Erfüllt die geplante Datenübermittlung die allgemeinen Voraussetzungen, ist im zweiten Schritt zu prüfen, ob eine Übermittlung in das Drittland zulässig ist. Dabei wird zwischen sicheren und unsicheren Drittländern unterschieden. Sichere Drittländer sind solche, denen die Europäische Kommission per Angemessenheitsbeschlusses ein angemessenes Datenschutzniveau bestätigt hat. Dort gewährleisten die nationalen Gesetze einen Schutz von personenbezogenen Daten, welcher mit dem des EU-Rechts vergleichbar ist. Zum Zeitpunkt der Anwendbarkeit der Datenschutz-Grundverordnung gehören zu den sicheren Drittstaaten: Andorra, Argentinien, Kanada (nur kommerzielle Organisationen), Färöer, Guernsey, Israel, Isle of Man, Jersey, Neuseeland, Schweiz, Uruguay und die USA (wenn der Empfänger dem Privacy Shield angehört). In diese ist die Datenübermittlung daher ausdrücklich gestattet.

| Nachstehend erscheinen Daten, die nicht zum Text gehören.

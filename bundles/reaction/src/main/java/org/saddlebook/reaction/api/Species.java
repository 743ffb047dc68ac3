package org.saddlebook.reaction.api;

import java.util.Objects;
import java.util.Optional;
import org.saddlebook.reaction.internal.EquationParser;

/**
 * A substance in a phase.
 *
 * @param formula what it is
 * @param phase its phase; empty when not stated
 * @param modification crystal form or similar, for example {@code graphite}; empty text for none
 */
public record Species(Formula formula, Optional<Phase> phase, String modification) {
    /** Checks the components. */
    public Species {
        Objects.requireNonNull(formula, "formula");
        Objects.requireNonNull(phase, "phase");
        Objects.requireNonNull(modification, "modification");
    }

    /**
     * A species: a formula and, where stated, its phase {@code (g)}, {@code (l)}, {@code (s)}, {@code (cr)} or {@code
     * (aq)}, and after a comma its modification: {@code C(s,graphite)}.
     *
     * @throws ReactionException as {@link Formula#parse}, and {@code unknown-phase}
     */
    public static Species parse(String text) throws ReactionException {
        return EquationParser.species(text);
    }

    /** {@code SO4^2-(aq)}; reads back as itself. */
    public String text() {
        if (phase.isEmpty()) {
            return formula.text();
        }
        return formula.text() + "(" + phase.get().symbol() + (modification.isEmpty() ? "" : "," + modification) + ")";
    }

    /** The same in another phase. */
    public Species withPhase(Phase newPhase) {
        return new Species(formula, Optional.of(newPhase), modification);
    }
}
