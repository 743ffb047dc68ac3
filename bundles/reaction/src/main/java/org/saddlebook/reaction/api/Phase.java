package org.saddlebook.reaction.api;

/** The state of aggregation that a formula carries in parentheses. */
public enum Phase {
    /** Gas. */
    GAS("g"),
    /** Liquid. */
    LIQUID("l"),
    /** Solid; {@code (cr)} is read as this too. */
    SOLID("s"),
    /** Dissolved in water. */
    AQUEOUS("aq");

    private final String symbol;

    Phase(String symbol) {
        this.symbol = symbol;
    }

    /** {@code g}, {@code l}, {@code s} or {@code aq}. */
    public String symbol() {
        return symbol;
    }
}
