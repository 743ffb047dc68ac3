package org.saddlebook.register.internal;

import java.io.UncheckedIOException;
import java.util.ArrayList;
import java.util.Iterator;
import java.util.List;
import java.util.stream.Stream;
import org.saddlebook.register.api.Head;
import org.saddlebook.register.api.LogRecord;
import org.saddlebook.register.api.RegisterException;
import org.saddlebook.register.api.RegisterStore;
import org.saddlebook.register.api.SealedRecord;

/** Reads the records of a store, with checked exceptions. */
final class Records {
    private Records() {}

    /** What is done with each record. */
    @FunctionalInterface
    interface Visitor {
        void visit(SealedRecord record) throws RegisterException;
    }

    /** Visits the records with at least this number. */
    static void each(RegisterStore store, long from, Visitor visitor) throws RegisterException {
        try (Stream<SealedRecord> stream = store.records(from)) {
            Iterator<SealedRecord> records = stream.iterator();
            while (records.hasNext()) {
                visitor.visit(records.next());
            }
        } catch (UncheckedIOException e) {
            if (e.getCause() instanceof RegisterException known) {
                throw known;
            }
            throw new RegisterException(
                    "Cannot read " + store.location() + ": " + e.getCause().getMessage(), e);
        }
    }

    /** The records with at least this number, read. */
    static List<LogRecord> from(RegisterStore store, long from) throws RegisterException {
        List<LogRecord> records = new ArrayList<>();
        each(store, from, each -> records.add(RecordJson.read(each.number(), each.bytes())));
        return records;
    }

    /** Every record as stored. */
    static List<SealedRecord> all(RegisterStore store) throws RegisterException {
        List<SealedRecord> records = new ArrayList<>();
        each(store, 1, records::add);
        return records;
    }

    /** The head of the last of these records. */
    static Head head(List<SealedRecord> records) {
        return records.isEmpty()
                ? Head.EMPTY
                : records.get(records.size() - 1).receipt().head();
    }
}
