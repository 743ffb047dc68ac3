package org.saddlebook.register.internal;

import java.time.Clock;
import java.time.temporal.ChronoUnit;
import java.util.List;
import org.saddlebook.register.api.Digest;
import org.saddlebook.register.api.Draft;
import org.saddlebook.register.api.Head;
import org.saddlebook.register.api.LogRecord;
import org.saddlebook.register.api.MerkleTree;
import org.saddlebook.register.api.Receipt;
import org.saddlebook.register.api.RecordKind;
import org.saddlebook.register.api.RegisterException;
import org.saddlebook.register.api.RegisterStore;
import org.saddlebook.register.api.SealedRecord;
import org.saddlebook.register.api.Sealer;

/** What may be recorded, and how a draft becomes a record. Runs while no other writer can append. */
final class Rules implements Sealer {
    private final RegisterStore store;
    private final Clock clock;

    Rules(RegisterStore store, Clock clock) {
        this.store = store;
        this.clock = clock;
    }

    @Override
    public SealedRecord seal(Draft draft, Head head) throws RegisterException {
        long number = head.size() + 1;
        if (draft.target().isPresent()) {
            checkTarget(draft, draft.target().getAsLong());
        }
        LogRecord record = new LogRecord(
                number,
                draft.kind(),
                clock.instant().truncatedTo(ChronoUnit.MILLIS),
                draft.actor(),
                draft.title(),
                draft.meaning(),
                draft.reason(),
                draft.target(),
                draft.parts());
        byte[] bytes = canonical(record);
        Digest leaf = MerkleTree.leaf(bytes);
        return new SealedRecord(bytes, new Receipt(number, leaf, head.grow(leaf)));
    }

    private static byte[] canonical(LogRecord record) throws RegisterException {
        try {
            return RecordJson.canonical(record);
        } catch (IllegalArgumentException e) {
            throw new RegisterException(
                    "A name, meaning, reason or title has no UTF-8 form (" + e.getMessage() + "). Type it again.", e);
        }
    }

    private void checkTarget(Draft draft, long target) throws RegisterException {
        if (draft.kind() == RecordKind.REVIEWED && draft.meaning().isBlank()) {
            throw new RegisterException("A review says what it means. Give it with --meaning.");
        }
        if (draft.kind() == RecordKind.WITHDRAWN && draft.reason().isBlank()) {
            throw new RegisterException("A withdrawal says why. Give the reason with --reason.");
        }
        List<LogRecord> records = target < 1 ? List.of() : Records.from(store, target);
        LogRecord first = records.isEmpty() ? null : records.get(0);
        if (first == null || first.number() != target) {
            throw new RegisterException("There is no record " + target + " in " + store.location() + ".");
        }
        if (!first.kind().isEntry()) {
            throw new RegisterException("Record " + target + " is no entry: it says that entry "
                    + first.target().getAsLong() + " is " + first.kind().key() + ".");
        }
        for (LogRecord later : records) {
            if (later.target().isPresent() && later.target().getAsLong() == target) {
                checkState(draft, later, target);
            }
        }
    }

    private static void checkState(Draft draft, LogRecord later, long target) throws RegisterException {
        if (later.kind() == RecordKind.WITHDRAWN) {
            throw new RegisterException("Entry " + target + " was withdrawn by record " + later.number() + " of "
                    + later.actor() + "; nothing more can be recorded about it.");
        }
        if (later.kind() == RecordKind.SUPERSEDED && draft.kind() == RecordKind.SUPERSEDED) {
            throw new RegisterException("Entry " + target + " is already superseded by entry " + later.number()
                    + ". Supersede entry " + later.number() + " instead.");
        }
    }
}
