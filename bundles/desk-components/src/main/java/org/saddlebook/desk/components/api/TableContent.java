package org.saddlebook.desk.components.api;

import java.util.ArrayList;
import java.util.List;
import java.util.Optional;
import java.util.OptionalDouble;
import org.saddlebook.api.findings.Node;
import org.saddlebook.json.api.NumberText;
import org.saddlebook.presentation.api.CsvText;
import org.saddlebook.presentation.api.UnitText;

/**
 * What a table shows and what it hands on to a spreadsheet: the same rows once as text for people and once as plain
 * numbers, each column with its unit in the head and the uncertainty in a column of its own. Immutable.
 */
public final class TableContent {
    /** The unit of a column whose cells have units of their own. */
    public static final String MIXED = "*";

    /** No columns and no rows. */
    public static final TableContent EMPTY = new TableContent(List.of(), List.of());

    /**
     * A column.
     *
     * @param title head for people, with unit where every cell has the same
     * @param unit UCUM term of numbers handed on; empty for words; {@link #MIXED} where each cell has its own, which is
     *     then handed on in a column beside it
     * @param spread whether uncertainties are handed on in a column beside it
     */
    public record Column(String title, String unit, boolean spread) {}

    /**
     * A cell.
     *
     * @param text for people
     * @param value handed on instead of the text; absent for words
     * @param uncertainty standard uncertainty, or standard factor, handed on beside it
     * @param unit UCUM term of the value; empty for words
     */
    public record Cell(String text, OptionalDouble value, OptionalDouble uncertainty, String unit) {
        /** A cell of words. */
        public static Cell of(String text) {
            return new Cell(text, OptionalDouble.empty(), OptionalDouble.empty(), "");
        }

        /** A number with the text that stands for it. */
        public static Cell of(String text, double value) {
            return new Cell(text, OptionalDouble.of(value), OptionalDouble.empty(), "");
        }

        /**
         * A quantity.
         *
         * @param text for people
         */
        public static Cell of(String text, Node.Quantity quantity) {
            return new Cell(
                    text,
                    quantity.value(),
                    quantity.standardUncertainty().isPresent()
                            ? quantity.standardUncertainty()
                            : quantity.standardFactor(),
                    quantity.unit());
        }
    }

    private final List<Column> columns;
    private final List<List<Cell>> rows;

    /** A table; each row has one cell per column. */
    public TableContent(List<Column> columns, List<List<Cell>> rows) {
        this.columns = List.copyOf(columns);
        this.rows = List.copyOf(rows);
        for (List<Cell> row : rows) {
            if (row.size() != columns.size()) {
                throw new IllegalArgumentException("row of " + row.size() + " cells in " + columns.size() + " columns");
            }
        }
    }

    /** A table of findings. */
    public static TableContent of(Node.Table table, CautionNumbers numbers) {
        List<Column> columns = new ArrayList<>();
        for (int j = 0; j < table.columns().size(); j++) {
            Node.Column column = table.columns().get(j);
            columns.add(column(column.title(), column.unit(), cells(table.rows(), j)));
        }
        List<List<Cell>> rows = new ArrayList<>();
        for (List<Node> row : table.rows()) {
            List<Cell> cells = new ArrayList<>();
            for (int j = 0; j < row.size(); j++) {
                cells.add(cell(table.columns().get(j).key(), row.get(j), numbers));
            }
            rows.add(cells);
        }
        return new TableContent(columns, rows);
    }

    /** A list of groups with the same leaves as a table; empty when they are none or unlike. */
    public static Optional<TableContent> ofLikeGroups(List<Node> items, CautionNumbers numbers) {
        if (items.size() < 2
                || !(items.get(0) instanceof Node.Group first)
                || first.members().isEmpty()) {
            return Optional.empty();
        }
        List<String> keys = List.copyOf(first.members().keySet());
        List<List<Node>> rows = new ArrayList<>();
        for (Node item : items) {
            if (!(item instanceof Node.Group group)
                    || !List.copyOf(group.members().keySet()).equals(keys)) {
                return Optional.empty();
            }
            List<Node> row = List.copyOf(group.members().values());
            for (Node cell : row) {
                if (!LeafText.isLeaf(cell)) {
                    return Optional.empty();
                }
            }
            rows.add(row);
        }
        List<Column> columns = new ArrayList<>();
        for (int j = 0; j < keys.size(); j++) {
            columns.add(column(LeafText.key(keys.get(j)), "", cells(rows, j)));
        }
        List<List<Cell>> cells = new ArrayList<>();
        for (List<Node> row : rows) {
            List<Cell> line = new ArrayList<>();
            for (int j = 0; j < row.size(); j++) {
                line.add(cell(keys.get(j), row.get(j), numbers));
            }
            cells.add(line);
        }
        return Optional.of(new TableContent(columns, cells));
    }

    private static List<Node> cells(List<List<Node>> rows, int column) {
        List<Node> cells = new ArrayList<>();
        for (List<Node> row : rows) {
            cells.add(row.get(column));
        }
        return cells;
    }

    private static Column column(String title, String unit, List<Node> cells) {
        String common = unit;
        boolean spread = false;
        boolean plain = false;
        for (Node cell : cells) {
            plain |= cell instanceof Node.Scalar;
            if (cell instanceof Node.Quantity quantity) {
                common = common.isEmpty() || common.equals(quantity.unit()) ? quantity.unit() : MIXED;
                spread |= quantity.standardUncertainty().isPresent()
                        || quantity.standardFactor().isPresent();
            }
        }
        String shown = plain && !common.equals(MIXED) ? UnitText.forPeople(common) : "";
        return new Column(shown.isEmpty() ? title : title + " / " + shown, common, spread);
    }

    private static Cell cell(String key, Node node, CautionNumbers numbers) {
        String text = LeafText.of(key, node, numbers);
        if (node instanceof Node.Quantity quantity) {
            return Cell.of(text, quantity);
        }
        return node instanceof Node.Scalar scalar ? Cell.of(text, scalar.value()) : Cell.of(text);
    }

    /** The columns. */
    public List<Column> columns() {
        return columns;
    }

    /** The rows, each with one cell per column. */
    public List<List<Cell>> rows() {
        return rows;
    }

    /**
     * Rows for the clipboard: tab-separated, head with units first, numbers in full precision and in the unit of the head.
     * What a spreadsheet would run as a formula gets an apostrophe in front.
     *
     * @param chosen indices of rows, in order
     */
    public String tabSeparated(int[] chosen) {
        StringBuilder text = new StringBuilder();
        List<String> heads = new ArrayList<>();
        for (String head : heads()) {
            heads.add(harmless(head));
        }
        line(text, heads);
        for (int row : chosen) {
            List<String> cells = new ArrayList<>();
            for (int j = 0; j < columns.size(); j++) {
                Cell cell = rows.get(row).get(j);
                boolean number = finite(cell.value());
                cells.add(number ? NumberText.of(cell.value().getAsDouble()) : harmless(cell.text()));
                if (columns.get(j).unit().equals(MIXED)) {
                    cells.add(harmless(cell.unit()));
                }
                if (columns.get(j).spread()) {
                    cells.add(
                            finite(cell.uncertainty())
                                    ? NumberText.of(cell.uncertainty().getAsDouble())
                                    : "");
                }
            }
            line(text, cells);
        }
        return text.toString();
    }

    /** All rows as a CSV file after RFC 4180, in the same form. */
    public byte[] csv() {
        CsvText csv = new CsvText();
        csv.row(heads());
        for (List<Cell> row : rows) {
            for (int j = 0; j < columns.size(); j++) {
                Cell cell = row.get(j);
                if (finite(cell.value())) {
                    csv.number(NumberText.of(cell.value().getAsDouble()));
                } else {
                    csv.text(cell.text());
                }
                if (columns.get(j).unit().equals(MIXED)) {
                    csv.text(cell.unit());
                }
                if (columns.get(j).spread()) {
                    csv.number(
                            finite(cell.uncertainty())
                                    ? NumberText.of(cell.uncertainty().getAsDouble())
                                    : "");
                }
            }
            csv.endRow();
        }
        return csv.bytes();
    }

    private List<String> heads() {
        List<String> heads = new ArrayList<>();
        for (Column column : columns) {
            String title = column.title().contains(" / ")
                    ? column.title().substring(0, column.title().indexOf(" / "))
                    : column.title();
            boolean mixed = column.unit().equals(MIXED);
            String unit = column.unit().equals("1") || mixed ? "" : column.unit();
            heads.add(unit.isEmpty() ? title : title + " / " + unit);
            if (mixed) {
                heads.add("unit of " + title);
            }
            if (column.spread()) {
                heads.add("u(" + title + ") (standard uncertainty; standard factor where estimated on a log scale)"
                        + (unit.isEmpty() ? "" : " / " + unit));
            }
        }
        return heads;
    }

    private static boolean finite(OptionalDouble value) {
        return value.isPresent() && Double.isFinite(value.getAsDouble());
    }

    private static String harmless(String cell) {
        String flat = cell.replace('\t', ' ').replace('\n', ' ').replace('\r', ' ');
        return CsvText.isFormula(flat) ? "'" + flat : flat;
    }

    private static void line(StringBuilder text, List<String> cells) {
        text.append(String.join("\t", cells)).append('\n');
    }
}
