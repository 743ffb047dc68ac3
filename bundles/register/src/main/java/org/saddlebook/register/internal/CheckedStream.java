package org.saddlebook.register.internal;

import java.io.FilterInputStream;
import java.io.IOException;
import java.io.InputStream;
import java.security.MessageDigest;
import org.saddlebook.register.api.Digest;
import org.saddlebook.register.api.PartEntry;
import org.saddlebook.register.api.RegisterDamagedException;

/** A stream that ends only when what was read has the stated size and hash; otherwise it fails at its end. */
final class CheckedStream extends FilterInputStream {
    private final PartEntry part;
    private final String complaint;
    private final MessageDigest sha = Digest.algorithm();
    private long size;
    private boolean ended;

    /** A stream that fails with {@code complaint} when the bytes are not those of the part. */
    CheckedStream(InputStream in, PartEntry part, String complaint) {
        super(in);
        this.part = part;
        this.complaint = complaint;
    }

    @Override
    public int read() throws IOException {
        byte[] one = new byte[1];
        return read(one, 0, 1) < 0 ? -1 : one[0] & 0xff;
    }

    @Override
    public int read(byte[] buffer, int offset, int length) throws IOException {
        int count = super.read(buffer, offset, length);
        if (count > 0) {
            sha.update(buffer, offset, count);
            size += count;
        } else if (count < 0 && !ended) {
            ended = true;
            if (size != part.size() || !Digest.of(sha.digest()).equals(part.sha256())) {
                throw new RegisterDamagedException(complaint);
            }
        }
        return count;
    }

    @Override
    public long skip(long count) throws IOException {
        byte[] sink = new byte[(int) Math.min(8192, Math.max(0, count))];
        return Math.max(0, read(sink, 0, sink.length));
    }

    @Override
    public boolean markSupported() {
        return false;
    }
}
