package org.saddlebook.api.task;

/** The user cancelled the work. Not a fault: let it pass through. */
public final class Cancelled extends Exception {
    private static final long serialVersionUID = 1L;

    /** Work stopped on request. */
    public Cancelled() {
        super("cancelled", null, false, false);
    }
}
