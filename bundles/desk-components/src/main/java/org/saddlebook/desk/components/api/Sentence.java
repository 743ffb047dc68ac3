package org.saddlebook.desk.components.api;

import javax.swing.BorderFactory;
import javax.swing.JTextArea;
import org.saddlebook.desk.api.Ink;

/** Text that wraps, can be marked and copied, and cannot be changed. */
public final class Sentence extends JTextArea {
    private static final long serialVersionUID = 1L;

    /** How a text stands out. */
    public enum Rank {
        /** The name of what follows. */
        HEADING,
        /** What the panel has to say first. */
        STATEMENT,
        /** Running text. */
        TEXT,
        /** Text of second rank. */
        ASIDE
    }

    private final String name;

    /**
     * A text.
     *
     * @param name accessible name; the text itself for headings, when empty
     */
    public Sentence(String name, String text, Rank rank, Ink ink) {
        this.name = name;
        setEditable(false);
        setLineWrap(true);
        setWrapStyleWord(true);
        setOpaque(false);
        setBorder(BorderFactory.createEmptyBorder(rank == Rank.HEADING ? 12 : 2, 16, 2, 16));
        setForeground(rank == Rank.ASIDE ? ink.faint() : ink.ink());
        setFont(
                switch (rank) {
                    case HEADING -> ink.font(1.0, true);
                    case STATEMENT -> ink.font(1.15, false);
                    case TEXT -> ink.font(1.0, false);
                    case ASIDE -> ink.font(0.92, false);
                });
        // Tab walks from control to control; text that only reads is left out of that walk, but not out of the mouse's.
        setFocusable(rank != Rank.HEADING);
        setFocusTraversalKeysEnabled(true);
        putClientProperty("html.disable", true);
        say(text);
    }

    /** Setting a text moves its caret, which would scroll the page here; only who reads with the keyboard wants that. */
    @Override
    public void scrollRectToVisible(java.awt.Rectangle area) {
        if (isFocusOwner()) {
            super.scrollRectToVisible(area);
        }
    }

    /** Shows another text; hidden while it is empty. */
    public void say(String text) {
        if (!text.equals(getText())) {
            setText(text);
            setCaretPosition(0);
        }
        setVisible(!text.isEmpty());
        getAccessibleContext().setAccessibleName(name.isEmpty() ? text : name);
    }
}
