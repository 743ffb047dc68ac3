package org.saddlebook.register.internal;

import java.util.Locale;
import org.saddlebook.register.api.Entry;
import org.saddlebook.register.api.LogRecord;
import org.saddlebook.register.api.RecordKind;

/** Phrases about entries. */
final class Words {
    private Words() {}

    /** The status, with the number of the record that made it so. */
    static String status(Entry entry) {
        Entry.Status status = entry.status();
        String word = status.name().toLowerCase(Locale.ROOT);
        RecordKind cause = status == Entry.Status.WITHDRAWN ? RecordKind.WITHDRAWN : RecordKind.SUPERSEDED;
        for (LogRecord later : entry.about()) {
            if (status != Entry.Status.CURRENT && later.kind() == cause) {
                return word + " by record " + later.number();
            }
        }
        return word;
    }

    /** The text on one line, without control characters. */
    static String line(String text) {
        StringBuilder out = new StringBuilder(text.length());
        for (int i = 0; i < text.length(); i++) {
            out.append(Character.isISOControl(text.charAt(i)) ? ' ' : text.charAt(i));
        }
        return out.toString();
    }
}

Existiert für ein Land kein Angemessenheitsbeschluss, schließt dies eine Übermittlung in dieses Land nicht grundsätzlich aus. Vielmehr muss der Verarbeiter auf andere Weise sicherstellen, dass die personenbezogenen Daten beim Empfänger ausreichend geschützt werden. Dies kann durch den Einsatz von Standarddatenschutzklauseln, bei Datenübertragungen innerhalb eines Konzerns durch sog. Binding Corporate Rules, durch eine Verpflichtung zur Einhaltung von Verhaltensregeln, die von der Kommission für allgemein gültig erklärt worden sind oder durch die Zertifizierung des Verarbeitungsvorgangs geschehen.

Weiterhin gibt es eine Reihe von Ausnahmen, welche eine Datenübertragung in ein Drittland legitimieren, auch wenn der Schutz der personenbezogenen Daten nicht ausreichend sichergestellt werden kann. Am häufigsten wird hier die Einwilligung des Betroffenen einschlägig sein. Dabei sind insbesondere die Anforderungen an deren Freiwilligkeit zu beachten. Die weiteren Ausnahmen, wie die Übermittlung zur Vertragserfüllung, wichtige Gründe des öffentlichen Interesses und die Geltendmachung von Rechtsansprüchen, werden in der Praxis hingegen meist weniger relevant sein.